OPINION:
In her debut performance as national security adviser, confronting the Egypt crisis, Susan E. Rice (and her boss, President Obama) failed miserably.
The failure is particularly acute on the part of Mrs. Rice, though. After all, she was the U.S. ambassador to the United Nations, where she was amply exposed to the meaning of the phrase “strongly condemns,” the one chosen Thursday by the president and his national security team to castigate Egypt’s interim government and military for its crackdown.
Surely, Mrs. Rice’s experience with U.N. Security Council resolutions taught her the consequences of the words “strongly condemns.” In deeming one party’s action to be those of an aggressor, license is given to the “victim” to engage in an expanded notion of self-defense.
The U.N. context also teaches one to understand that heinous actions are often (although not always) preceded by provocation. Yet in the president’s speech, there is no reference whatsoever to the Muslim Brotherhood. It’s as if there was simply a peaceful demonstration beset by security personnel bent on attacking them with martial force.
Yet for more than three weeks, the Muslim Brotherhood was told the organization had to disband its occupation of public space or face the consequences of forcible removal. What would any other security apparatus, especially in the Arab world, do in the face of such a blanket refusal to budge?
Conspicuously absent in the president’s address was any mention of the fact that more than 40 police officers were killed. These were well-protected security forces. How did they manage to get killed unless “peaceful protesters” were well armed and prepared to fire at will? Why rush to judgment before the smoke on the ground has cleared?
Of course, this is not to say that the United States should not strongly deplore the military’s actions that led to so much loss of life. But why not in more measured tones? The answer appears to be that the president’s justification — “we did align ourselves with principles” — indeed mirrors the reality of the administration’s preparedness to more readily make allies with abstract principles than with real countries and governments. Other administrations (Jimmy Carter’s may be an exception) try, to their credit, to adhere to principles insofar as they do not conflict with national security concerns, not the other way around.
It is true, as the president said, that “America cannot determine the future of Egypt.” However, that’s precisely what he is attempting to do in desperately trying to ensure that the Muslim Brotherhood is part of Egypt’s future. The future of Egypt, Mr. Obama proclaimed, lies in investment and economic opportunity. Yet he hardly alluded to the fact that under the rule of erstwhile President Mohammed Morsi and the Muslim Brotherhood, Egypt was going down the path of economic ruin. It is no accident that 30 million people are demonstrating about that perilous state of affairs.
What has the United States to gain in condemning the interim government’s crackdown as warranting, at the least, the cancellation of planned joint military exercises? At this moment, it simply serves as a signal to the Muslim Brotherhood that if they persist in their tactics, they eventually will prevail, even though those tactics now center, for all intents and purposes, on civil war.

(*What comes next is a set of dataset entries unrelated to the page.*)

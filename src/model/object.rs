//! What is known of an object from sums over its cells, and the objects of a family as detection leaves them.

use crate::base::real::Real;
use crate::math::moments::CellMoments;
use crate::math::stats::{Cosine, Scale};
use crate::model::request::Side;
use crate::model::rows::Rows;
use crate::space::patch::Interval;

/// The pairs of vectors whose cosine is followed, as they appear in column names.
pub const COSINES: [&str; 5] = ["u_vorticity", "current_b", "u_b", "current_b_fluct", "u_b_fluct"];

/// Quantities summed over the cells of an object.
#[derive(Debug, Clone, Copy, PartialEq, Eq)]
pub enum Sum {
    /// The indicator.
    Indicator,
    /// S:S.
    Strain2,
    /// |j|².
    Current2,
    /// |u×ω|².
    Lamb2,
    /// |u|²|ω|².
    Speed2Vorticity2,
    /// |j×b|².
    Lorentz2,
    /// |j|²|b|².
    Current2Field2,
    /// |j×(b − ⟨b⟩)|².
    Lorentz2Fluct,
    /// |j|²|b − ⟨b⟩|².
    Current2Field2Fluct,
}

/// Number of [`Sum`]s.
pub const SUMS: usize = 9;

/// Scales of the exact sums, from the extremes of the survey.
#[derive(Debug, Clone, Copy, PartialEq)]
pub struct Scales(pub [Scale; SUMS]);

/// Faces of the box in the order x-, x+, y-, y+, z-, z+, one bit each.
pub type Faces = u8;

/// Sums over the cells of an object; exact, so the order in which cells are added or tallies merged does not matter.
#[derive(Debug, Clone, PartialEq)]
pub struct Tally {
    /// Count, first and second moments in cell coordinates.
    pub moments: CellMoments,
    /// Smallest cell index, x fastest.
    pub first_cell: u64,
    /// Most extreme indicator value.
    pub peak: f64,
    /// Cell of the peak; the smallest index where several are equal.
    pub peak_cell: u64,
    /// Open faces of the box that the object touches.
    pub open_faces: Faces,
    sums: [i128; SUMS],
    /// Cosines in the order of [`COSINES`].
    pub cosines: [Cosine; 5],
}

impl Tally {
    /// No cells yet.
    pub fn empty() -> Tally {
        Tally {
            moments: CellMoments::default(),
            first_cell: u64::MAX,
            peak: f64::NAN,
            peak_cell: u64::MAX,
            open_faces: 0,
            sums: [0; SUMS],
            cosines: Default::default(),
        }
    }

    /// Adds the cells `x0..x1` of row (y, z); `row_start` is the global index of the row's first cell.
    pub fn add_run<T: Real>(
        &mut self,
        rows: &Rows<T>,
        family: usize,
        side: Side,
        scales: &Scales,
        x: (usize, usize),
        y: usize,
        z: usize,
        row_start: u64,
    ) {
        let (x0, x1) = x;
        self.moments.add_run(x0 as i64, (x1 - x0) as u32, y as i64, z as i64);
        self.first_cell = self.first_cell.min(row_start + x0 as u64);
        let indicator = &rows.indicators[family][x0..x1];
        for (i, v) in indicator.iter().enumerate() {
            self.offer_peak(v.wide(), row_start + (x0 + i) as u64, side);
        }
        let columns: [&[T]; SUMS] = [
            &rows.indicators[family],
            &rows.strain2,
            &rows.j2,
            &rows.lamb2,
            &rows.u2w2,
            &rows.lorentz2,
            &rows.j2b2,
            &rows.lorentz2_fluct,
            &rows.j2b2_fluct,
        ];
        for (k, column) in columns.into_iter().enumerate() {
            if !column.is_empty() {
                self.sums[k] += column[x0..x1].iter().map(|v| scales.0[k].fix(v.wide())).sum::<i128>();
            }
        }
        for (c, row) in self.cosines.iter_mut().zip(rows.cosines()) {
            if !row.is_empty() {
                c.add_few(&row[x0..x1]);
            }
        }
    }

    fn offer_peak(&mut self, value: f64, cell: u64, side: Side) {
        let beyond = match side {
            Side::Above => value > self.peak,
            Side::Below => value < self.peak,
        };
        if beyond || self.peak_cell == u64::MAX || (value == self.peak && cell < self.peak_cell) {
            self.peak = value;
            self.peak_cell = cell;
        }
    }

    /// Adds another tally whose cell coordinates are to be moved by `shift` cells first.
    pub fn merge(&mut self, other: &Tally, shift: [i64; 3], side: Side) {
        if other.moments.count == 0 {
            return;
        }
        self.moments.merge(&other.moments.shifted(shift));
        self.first_cell = self.first_cell.min(other.first_cell);
        self.offer_peak(other.peak, other.peak_cell, side);
        self.open_faces |= other.open_faces;
        for (a, b) in self.sums.iter_mut().zip(other.sums) {
            *a += b;
        }
        for (a, b) in self.cosines.iter_mut().zip(&other.cosines) {
            // Fields that are not there leave theirs empty.
            if b.defined > 0 {
                a.merge(b);
            }
        }
    }

    /// A sum over the cells.
    pub fn sum(&self, which: Sum, scales: &Scales) -> f64 {
        scales.0[which as usize].value(self.sums[which as usize])
    }
}

/// One object: its tally and its cells.
#[derive(Debug, Clone, PartialEq)]
pub struct Object {
    /// Number within snapshot and family, from 1, in the order of the smallest cell index.
    pub id: u64,
    /// Sums; cell coordinates unwrapped in the frame of `intervals`.
    pub tally: Tally,
    /// Axes along which it closes on itself through the box.
    pub spans: [bool; 3],
    /// Its cells, sorted by (z, y, x). Unwrapped, the centroid lying inside the box; wrapped where it spans an axis.
    pub intervals: Vec<Interval>,
}

/// Objects left out for their size.
#[derive(Debug, Clone, PartialEq)]
pub struct Dropped {
    /// How many.
    pub objects: u64,
    /// Their cells together; coordinates and peak have no meaning.
    pub tally: Tally,
}

/// The objects of one family in one snapshot.
#[derive(Debug, Clone, PartialEq)]
pub struct Detected {
    /// Objects of at least the minimum size, by id.
    pub objects: Vec<Object>,
    /// The smaller ones.
    pub dropped: Dropped,
}
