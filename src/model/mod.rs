//! Height 4: plain data the stages exchange; no input or output.

pub mod columns;
pub mod contents;
pub mod family;
pub mod indicator;
pub mod object;
pub mod request;
pub mod row;
pub mod rows;
pub mod schema;
pub mod sink;
pub mod snapshot;
pub mod source;
pub mod statistics;
pub mod surface;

How does such a response further regional peace and security? Will Israel be more secure with Egypt’s military undermined and incapable of taking effective action against the jihadist threat in the Sinai? Will Egypt be saved from descent to chaos?
What occurred was deplorable and repulsive, but not incurable. It would be far better to now engage Egypt’s military to ensure better riot control in handling ostensibly unlawful demonstrations. If the U.S. military has effective strategies for dealing with protesters such as those who pushed an Egyptian National Guard armored personnel carrier off a bridge or fired bullets at security forces, then let those better practices be shared now as part of joint exercises.
This administration must eventually come to grips with the reality that for all its talk of advancing democracy, the region lacks democrats. In fact, the most stable government Egypt had in a long time was the Cabinet that was formed by the military. Why not hold our powder until after an independent investigative commission determines what went wrong? True humanitarian assistance can proceed in the interim, rather than pious cancellations, in more effectively serving America’s national interests in a more secure and stable Egypt.
Allan Gerson is former chief counsel to United Nations Ambassadors Jeane Kirkpatrick and Vernon Walters.